[PROVIDED DATA]:
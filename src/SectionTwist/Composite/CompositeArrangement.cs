using SectionTwist.Geometry;
using SectionTwist.Units;

namespace SectionTwist.Composite;

/// <summary>
/// How the parts of a composite section fit together. Every boundary segment of every part is split at the vertices of
/// the other parts that lie on it (within 1e-7 of the section size), so that two parts meeting along part of a segment,
/// along collinear overlapping pieces or along a shared arc produce identical pieces. A piece drawn by two parts, run in
/// opposite directions (material on both sides), is an interface; the pieces drawn once are chained into the loops of
/// the envelope (the union of the parts), which may have holes bounded by several parts. Refused, with a one-line
/// message naming the parts and the remedy: parts that overlap, parts that touch only at a point, an edge drawn by
/// three parts, and parts that share no edge with the others (a gap). Common practice of planar arrangements (a
/// doubly connected edge list without the faces), no source.
/// </summary>
internal sealed class CompositeArrangement
{
    private readonly IReadOnlyList<CompositePart> _parts;
    private readonly string _name;
    private readonly double _tol;
    private readonly List<Point2> _vertex = [];
    private readonly Dictionary<(long, long), List<int>> _grid = [];
    private readonly double _cell;
    private readonly int[] _byX = [];
    private readonly double[] _xs = [];

    private sealed record Piece(int Part, Segment Curve, int A, int B, Point2 Mid);

    /// <summary>Splits and matches the parts' boundaries; throws a <see cref="SectionTwistException"/> for parts that do not fit.</summary>
    public CompositeArrangement(IReadOnlyList<CompositePart> parts, string name)
    {
        _parts = parts; _name = name;
        double diag = parts.Select(p => p.Shape.Bounds).Aggregate((a, b) => a.Union(b)).Diagonal;
        _tol = 1e-7 * diag;
        _cell = 4 * _tol;
        var segs = new List<(int Part, Segment Curve)>();
        for (int i = 0; i < parts.Count; i++)
            foreach (var r in parts[i].Shape.Regions)
            {
                // material on the left: outer loops counter-clockwise, holes clockwise
                foreach (var s in r.Outer.Oriented(counterClockwise: true).Segments) segs.Add((i, s));
                foreach (var h in r.Holes) foreach (var s in h.Oriented(counterClockwise: false).Segments) segs.Add((i, s));
            }
        foreach (var (_, s) in segs) { Canonical(s.Start); Canonical(s.End); }
        _byX = Enumerable.Range(0, _vertex.Count).OrderBy(v => _vertex[v].X).ToArray();
        _xs = _byX.Select(v => _vertex[v].X).ToArray();
        var pieces = new List<Piece>();
        foreach (var (part, s) in segs) Split(part, s, pieces);
        var shared = Match(pieces, out var single);
        Loops = Chain(pieces, single);
        Interfaces = shared;
    }

    /// <summary>The envelope's loops (outer loops and holes, unordered), drawn once by one part each.</summary>
    public IReadOnlyList<Loop> Loops { get; }

    /// <summary>The shared pieces (their region is filled in by <see cref="WithRegions"/>).</summary>
    public IReadOnlyList<CompositeInterface> Interfaces { get; private set; }

    /// <summary>Sets the envelope region of each interface piece (the region whose outline contains its midpoint).</summary>
    public void WithRegions(Profile envelope)
    {
        Interfaces = Interfaces.Select(i =>
        {
            var p = i.Curve.PointAt(0.5);
            int region = 0;
            for (int r = 0; r < envelope.Regions.Count; r++)
                if (envelope.Regions[r].Outer.Contains(p)) { region = r; break; }
            return i with { Region = region };
        }).ToList();
    }

    /// <summary>A point for messages, in the parts' display unit (the drawing's or template's), round-off shown as 0.</summary>
    private string At(Point2 p)
    {
        var unit = _parts[0].Shape.Unit;
        string C(double v) => LengthUnit.Inv(Math.Abs(v) <= _tol ? 0 : unit.FromMetres(v));
        return $"({C(p.X)}, {C(p.Y)}) {unit.Symbol}";
    }

    private int Canonical(Point2 p)
    {
        long cx = (long)Math.Floor(p.X / _cell), cy = (long)Math.Floor(p.Y / _cell);
        for (long i = cx - 1; i <= cx + 1; i++)
            for (long k = cy - 1; k <= cy + 1; k++)
                if (_grid.TryGetValue((i, k), out var list))
                    foreach (int v in list)
                        if (Point2.Distance(_vertex[v], p) <= _tol) return v;
        _vertex.Add(p);
        if (!_grid.TryGetValue((cx, cy), out var l)) _grid[(cx, cy)] = l = [];
        l.Add(_vertex.Count - 1);
        return _vertex.Count - 1;
    }

    /// <summary>Splits segment <paramref name="s"/> of part <paramref name="part"/> at every vertex lying on it.</summary>
    private void Split(int part, Segment s, List<Piece> pieces)
    {
        var box = s.Bounds;
        var cuts = new List<(double T, int V)> { (0, Canonical(s.Start)), (1, Canonical(s.End)) };
        // the vertices within the segment's box, found through the vertices sorted by x
        int lo = Array.BinarySearch(_xs, box.MinX - _tol);
        if (lo < 0) lo = ~lo;
        while (lo > 0 && _xs[lo - 1] >= box.MinX - _tol) lo--;
        for (int k = lo; k < _xs.Length && _xs[k] <= box.MaxX + _tol; k++)
        {
            int v = _byX[k];
            var p = _vertex[v];
            if (p.Y < box.MinY - _tol || p.Y > box.MaxY + _tol) continue;
            if (v == cuts[0].V || v == cuts[1].V) continue;
            var (q, t) = s.Closest(p);
            if (Point2.Distance(p, q) <= _tol && t > 0 && t < 1) cuts.Add((t, v));
        }
        cuts.Sort((a, b) => a.T.CompareTo(b.T));
        for (int i = 0; i + 1 < cuts.Count; i++)
        {
            var (t0, a) = cuts[i];
            var (t1, b) = cuts[i + 1];
            // two cuts snapped onto one vertex, or a segment shorter than the snap distance: nothing to keep
            if (a == b && (cuts.Count > 2 || s.Length <= 4 * _tol)) continue;
            var curve = SubCurve(part, s, t0, t1, _vertex[a], _vertex[b]);
            pieces.Add(new Piece(part, curve, a, b, curve.PointAt(0.5)));
        }
    }

    /// <summary>The part of <paramref name="s"/> between parameters t0 and t1, its ends moved onto the shared vertices.</summary>
    private Segment SubCurve(int part, Segment s, double t0, double t1, Point2 a, Point2 b)
    {
        bool whole = t0 == 0 && t1 == 1;
        switch (s)
        {
            case LineSegment:
                return new LineSegment(a, b);
            case ArcSegment arc:
                if (whole && (a == b || (arc.Start == a && arc.End == b))) return arc;
                if (a == b) return new ArcSegment(arc.Center, arc.Radius, arc.StartAngle + t0 * arc.Sweep, (t1 - t0) * arc.Sweep);
                return ArcSegment.ThroughThreePoints(a, arc.PointAt(0.5 * (t0 + t1)), b);
            case EllipticalArcSegment e:
                return whole ? e : new EllipticalArcSegment(e.Center, e.SemiMajor, e.SemiMinor, e.Rotation, e.StartParameter + t0 * e.Sweep, (t1 - t0) * e.Sweep);
            default:
                if (whole) return s;
                throw new SectionTwistException("composite-parts", $"{_name}: a {s.GetType().Name} of part '{_parts[part].Name}' would have to be split where another part meets it; redraw that curve as lines and arcs");
        }
    }

    /// <summary>Pairs pieces drawn by two parts; returns the interfaces and marks the pieces drawn once.</summary>
    private List<CompositeInterface> Match(List<Piece> pieces, out bool[] single)
    {
        single = new bool[pieces.Count];
        var byEnds = pieces.Select((p, i) => (p, i)).GroupBy(x => (Math.Min(x.p.A, x.p.B), Math.Max(x.p.A, x.p.B)));
        var result = new List<CompositeInterface>();
        foreach (var g in byEnds)
        {
            var left = g.ToList();
            while (left.Count > 0)
            {
                var (p, i) = left[0];
                var same = left.Where(x => Point2.Distance(x.p.Mid, p.Mid) <= 10 * _tol).ToList();
                left.RemoveAll(same.Contains);
                if (same.Count == 1) { single[i] = true; continue; }
                string names = string.Join(", ", same.Select(x => $"'{_parts[x.p.Part].Name}'").Distinct());
                if (same.Count > 2)
                    throw new SectionTwistException("composite-overlap",
                        $"{_name}: the edge near {At(p.Mid)} is drawn by {same.Count} parts ({names}), so parts overlap; each edge inside the section belongs to exactly two parts: remove the doubled outline");
                var q = same[1].p;
                bool opposite = Point2.Dot(p.Curve.DerivativeAt(0.5), q.Curve.DerivativeAt(0.5)) < 0;
                if (q.Part == p.Part || !opposite)
                    throw new SectionTwistException("composite-overlap",
                        $"{_name}: parts {names} lie on the same side of the edge near {At(p.Mid)}, so they overlap; draw each piece of the section in one part only, meeting its neighbours along shared edges");
                result.Add(new CompositeInterface(p.Curve, 0, p.Part, q.Part));
            }
        }
        return result;
    }

    /// <summary>Chains the pieces drawn once into closed loops (material on the left).</summary>
    private List<Loop> Chain(List<Piece> pieces, bool[] single)
    {
        var outgoing = new Dictionary<int, List<int>>();
        for (int i = 0; i < pieces.Count; i++)
        {
            if (!single[i]) continue;
            if (!outgoing.TryGetValue(pieces[i].A, out var l)) outgoing[pieces[i].A] = l = [];
            l.Add(i);
        }
        foreach (var (v, list) in outgoing)
            if (list.Count > 1)
            {
                var names = list.Select(i => $"'{_parts[pieces[i].Part].Name}'").Distinct().ToList();
                string who = names.Count > 1 ? $"parts {string.Join(" and ", names)} touch" : $"part {names[0]} touches itself or another part";
                throw new SectionTwistException("composite-point-contact",
                    $"{_name}: {who} only at the point {At(_vertex[v])}, where nothing can carry shear between them; let them share an edge there or move them apart");
            }
        var used = new bool[pieces.Count];
        var loops = new List<Loop>();
        for (int i = 0; i < pieces.Count; i++)
        {
            if (!single[i] || used[i]) continue;
            var segs = new List<Segment>();
            int k = i;
            while (true)
            {
                used[k] = true;
                segs.Add(pieces[k].Curve);
                int end = pieces[k].B;
                if (end == pieces[i].A) break;
                if (!outgoing.TryGetValue(end, out var next) || used[next[0]])
                    throw new SectionTwistException("composite-gap",
                        $"{_name}: the outline of part '{_parts[pieces[k].Part].Name}' stops at {At(_vertex[end])}, where the parts leave a gap or overlap; close the gap so that neighbouring parts share their edges exactly");
                k = next[0];
            }
            loops.Add(new Loop(segs));
        }
        return loops;
    }

    /// <summary>Every part must share an edge with the others: a part standing apart or touching at a point only is refused.</summary>
    public void CheckConnected()
    {
        var shared = Interfaces;
        int n = _parts.Count;
        var root = Enumerable.Range(0, n).ToArray();
        int Find(int x) { while (root[x] != x) x = root[x] = root[root[x]]; return x; }
        foreach (var s in shared) root[Find(s.Left)] = Find(s.Right);
        for (int i = 1; i < n; i++)
            if (Find(i) != Find(0))
            {
                var group = Enumerable.Range(0, n).Where(k => Find(k) == Find(0)).ToList();
                double gap = Gap(i, group);
                string width = double.IsFinite(gap)
                    ? $"; their nearest boundaries are {LengthUnit.Inv(_parts[0].Shape.Unit.FromMetres(gap), "G3")} {_parts[0].Shape.Unit.Symbol} apart, and edges are shared only within {LengthUnit.Inv(_parts[0].Shape.Unit.FromMetres(_tol), "G2")} {_parts[0].Shape.Unit.Symbol}"
                    : "";
                throw new SectionTwistException("composite-gap",
                    $"{_name}: part '{_parts[i].Name}' shares no edge with part '{_parts[0].Name}' or the parts bonded to it (a gap, or contact at a point only){width}; draw neighbouring parts so that they share an edge (snap the drawing), or analyse the parts separately");
            }
    }

    /// <summary>
    /// The smallest distance from the corners of part <paramref name="part"/> to the boundary of the parts in
    /// <paramref name="group"/> and back, m; infinity when the parts have too many pieces to compare on an error path.
    /// </summary>
    private double Gap(int part, List<int> group)
    {
        static IEnumerable<Segment> Pieces(CompositePart p) => p.Shape.Regions.SelectMany(r => r.Holes.Prepend(r.Outer)).SelectMany(l => l.Segments);
        var a = Pieces(_parts[part]).ToList();
        var b = group.SelectMany(k => Pieces(_parts[k])).ToList();
        if ((double)a.Count * b.Count > 4e6) return double.PositiveInfinity;
        double best = double.PositiveInfinity;
        foreach (var (from, to) in new[] { (a, b), (b, a) })
            foreach (var s in from)
                foreach (var p in new[] { s.Start, s.PointAt(0.5) })
                    foreach (var t in to)
                        best = Math.Min(best, Point2.Distance(p, t.Closest(p).Point));
        return best;
    }
}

[ASSIGNED TASK]:
The expected output is each line of the records above that includes the word "outgoing".

[REPLY TO THE TASK]:
        var outgoing = new Dictionary<int, List<int>>();
            if (!outgoing.TryGetValue(pieces[i].A, out var l)) outgoing[pieces[i].A] = l = [];
        foreach (var (v, list) in outgoing)
                if (!outgoing.TryGetValue(end, out var next) || used[next[0]])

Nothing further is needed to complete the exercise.